What to produce: Restate each record exactly as it was written.
--- START ---
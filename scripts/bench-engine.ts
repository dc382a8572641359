/**
 * Benchmark of the modularity optimizer (npm run bench:engine). It prints figures; it is not a test.
 *
 *   npm run bench:engine [-- --only PART,PART]   (networks whose name contains a part, e.g. --only 40,lfr;
 *                                                 parts holding a comma go between semicolons:
 *                                                 --only "μ=0.5, 1,000;μ=0.5, 10,000")
 *
 * Seeded networks, all generated here (scripts/lib/hard-networks.ts), from easy to hard:
 * - degree-corrected planted bipartite networks of 40 × 60, 300 × 500, 1000 × 1500 and 3000 × 5000 nodes
 *   (heavy-tailed row degrees and column propensities, modules of unequal size, 70 % of a row's links
 *   inside its module), and a random bipartite network of 1000 × 1500 with the same heavy tails and no
 *   modules;
 * - LFR-style one-mode graphs (Lancichinetti, Fortunato & Radicchi 2008: power-law degrees 5–50 with
 *   exponent 2.5, power-law module sizes with exponent 1.5) with mixing μ = 0.3 and 0.5 at 1,000, 10,000
 *   and 100,000 nodes, and a random one-mode graph of 20,000 nodes with no modules (the slowest to converge);
 * - weighted networks: an LFR-style graph (μ = 0.4, 5,000 nodes) and a degree-corrected planted bipartite
 *   network (1000 × 1500), both with heavy-tailed integer weights correlated with the degrees (counts such as
 *   visit frequencies; graphology gets the same weights);
 * - nested bipartite networks (100 × 150 and 400 × 600, a share 0.2 of the cells filled under a hyperbolic
 *   edge, 5 % of the links moved at random): no modules planted, modularity weak.
 *
 * Each network runs in a child process of its own, so its peak memory is its own (process maximum RSS).
 * Per network (after two untimed warm-up runs of ours and of graphology's on networks of at most 20,000
 * nodes, since the pipeline's worker threads run warm code): our best and median Q over the seeded restarts (the optimizer's restarts, seed 1,
 * annealing "auto") with the median wall and CPU time per restart and the passes per restart;
 * graphology-communities-louvain on the same network in the same process (as many runs, seeded through
 * its `rng` option; its partition re-scored with our modularity() for our objective: Barber's Q_B on the
 * bipartite networks), its median wall and CPU time per run, and the ratios; the planted partition's Q;
 * null replicates per second (the network's primary null model, each replicate optimized with the same
 * restarts and annealing decision, on one core, after two untimed replicates since the pipeline's worker
 * threads run warm code; not timed on the largest graphs, where one replicate would take minutes); peak
 * memory; and where the time goes in three extra traced restarts (passes, levels, the share of local
 * moving, refinement and aggregation, the shrinking of the first pass's levels, Q pass by pass).
 * CPU time (process.cpuUsage) is given beside wall time because the machine is shared; the targets are
 * judged on CPU time, and graphology's figures come from the same process on the same network, so the
 * ratios do not depend on the load.
 */
import { spawnSync } from "node:child_process";
import { fileURLToPath } from "node:url";
import Graph from "graphology";
import louvain from "graphology-communities-louvain";
import { modularity } from "@shared/network/modularity/quality";
import { standardNullModels } from "@shared/network/null-models/index";
import { leiden, type LeidenTrace } from "@shared/network/optimizer/leiden";
import { annealingApplies, optimizeModularity, ANNEALING_MAX_NODES, DEFAULT_RESTARTS } from "@shared/network/optimizer/optimize";
import { buildQualityGraph } from "@shared/network/optimizer/quality-graph";
import { createRng, deriveSeed } from "@shared/network/random";
import { nullReplicateQ } from "@shared/network/significance";
import type { Network } from "@shared/network/types";
import { ENGINE_VERSION } from "@shared/network/version";
import {
  lfrGraph,
  nestedBipartite,
  plantedBipartiteDC,
  weightedBipartiteDC,
  weightedLfrGraph,
  type PlantedNetwork,
} from "./lib/hard-networks";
--- END ---
Written reply:
filename scripts/bench-engine.ts
repository dc382a8572641359
/**
 * Benchmark of the modularity optimizer (npm run bench:engine). It prints figures; it is not a test.
 *
 *   npm run bench:engine [-- --only PART,PART]   (networks whose name contains a part, e.g. --only 40,lfr;
 *                                                 parts holding a comma go between semicolons:
 *                                                 --only "μ=0.5, 1,000;μ=0.5, 10,000")
 *
 * Seeded networks, all generated here (scripts/lib/hard-networks.ts), from easy to hard:
 * - degree-corrected planted bipartite networks of 40 × 60, 300 × 500, 1000 × 1500 and 3000 × 5000 nodes
 *   (heavy-tailed row degrees and column propensities, modules of unequal size, 70 % of a row's links
 *   inside its module), and a random bipartite network of 1000 × 1500 with the same heavy tails and no
 *   modules;
 * - LFR-style one-mode graphs (Lancichinetti, Fortunato & Radicchi 2008: power-law degrees 5–50 with
 *   exponent 2.5, power-law module sizes with exponent 1.5) with mixing μ = 0.3 and 0.5 at 1,000, 10,000
 *   and 100,000 nodes, and a random one-mode graph of 20,000 nodes with no modules (the slowest to converge);
 * - weighted networks: an LFR-style graph (μ = 0.4, 5,000 nodes) and a degree-corrected planted bipartite
 *   network (1000 × 1500), both with heavy-tailed integer weights correlated with the degrees (counts such as
 *   visit frequencies; graphology gets the same weights);
 * - nested bipartite networks (100 × 150 and 400 × 600, a share 0.2 of the cells filled under a hyperbolic
 *   edge, 5 % of the links moved at random): no modules planted, modularity weak.
 *
 * Each network runs in a child process of its own, so its peak memory is its own (process maximum RSS).
 * Per network (after two untimed warm-up runs of ours and of graphology's on networks of at most 20,000
 * nodes, since the pipeline's worker threads run warm code): our best and median Q over the seeded restarts (the optimizer's restarts, seed 1,
 * annealing "auto") with the median wall and CPU time per restart and the passes per restart;
 * graphology-communities-louvain on the same network in the same process (as many runs, seeded through
 * its `rng` option; its partition re-scored with our modularity() for our objective: Barber's Q_B on the
 * bipartite networks), its median wall and CPU time per run, and the ratios; the planted partition's Q;
 * null replicates per second (the network's primary null model, each replicate optimized with the same
 * restarts and annealing decision, on one core, after two untimed replicates since the pipeline's worker
 * threads run warm code; not timed on the largest graphs, where one replicate would take minutes); peak
 * memory; and where the time goes in three extra traced restarts (passes, levels, the share of local
 * moving, refinement and aggregation, the shrinking of the first pass's levels, Q pass by pass).
 * CPU time (process.cpuUsage) is given beside wall time because the machine is shared; the targets are
 * judged on CPU time, and graphology's figures come from the same process on the same network, so the
 * ratios do not depend on the load.
 */
import { spawnSync } from "node:child_process";
import { fileURLToPath } from "node:url";
import Graph from "graphology";
import louvain from "graphology-communities-louvain";
import { modularity } from "@shared/network/modularity/quality";
import { standardNullModels } from "@shared/network/null-models/index";
import { leiden, type LeidenTrace } from "@shared/network/optimizer/leiden";
import { annealingApplies, optimizeModularity, ANNEALING_MAX_NODES, DEFAULT_RESTARTS } from "@shared/network/optimizer/optimize";
import { buildQualityGraph } from "@shared/network/optimizer/quality-graph";
import { createRng, deriveSeed } from "@shared/network/random";
import { nullReplicateQ } from "@shared/network/significance";
import type { Network } from "@shared/network/types";
import { ENGINE_VERSION } from "@shared/network/version";
import {
  lfrGraph,
  nestedBipartite,
  plantedBipartiteDC,
  weightedBipartiteDC,
  weightedLfrGraph,
  type PlantedNetwork,
} from "./lib/hard-networks";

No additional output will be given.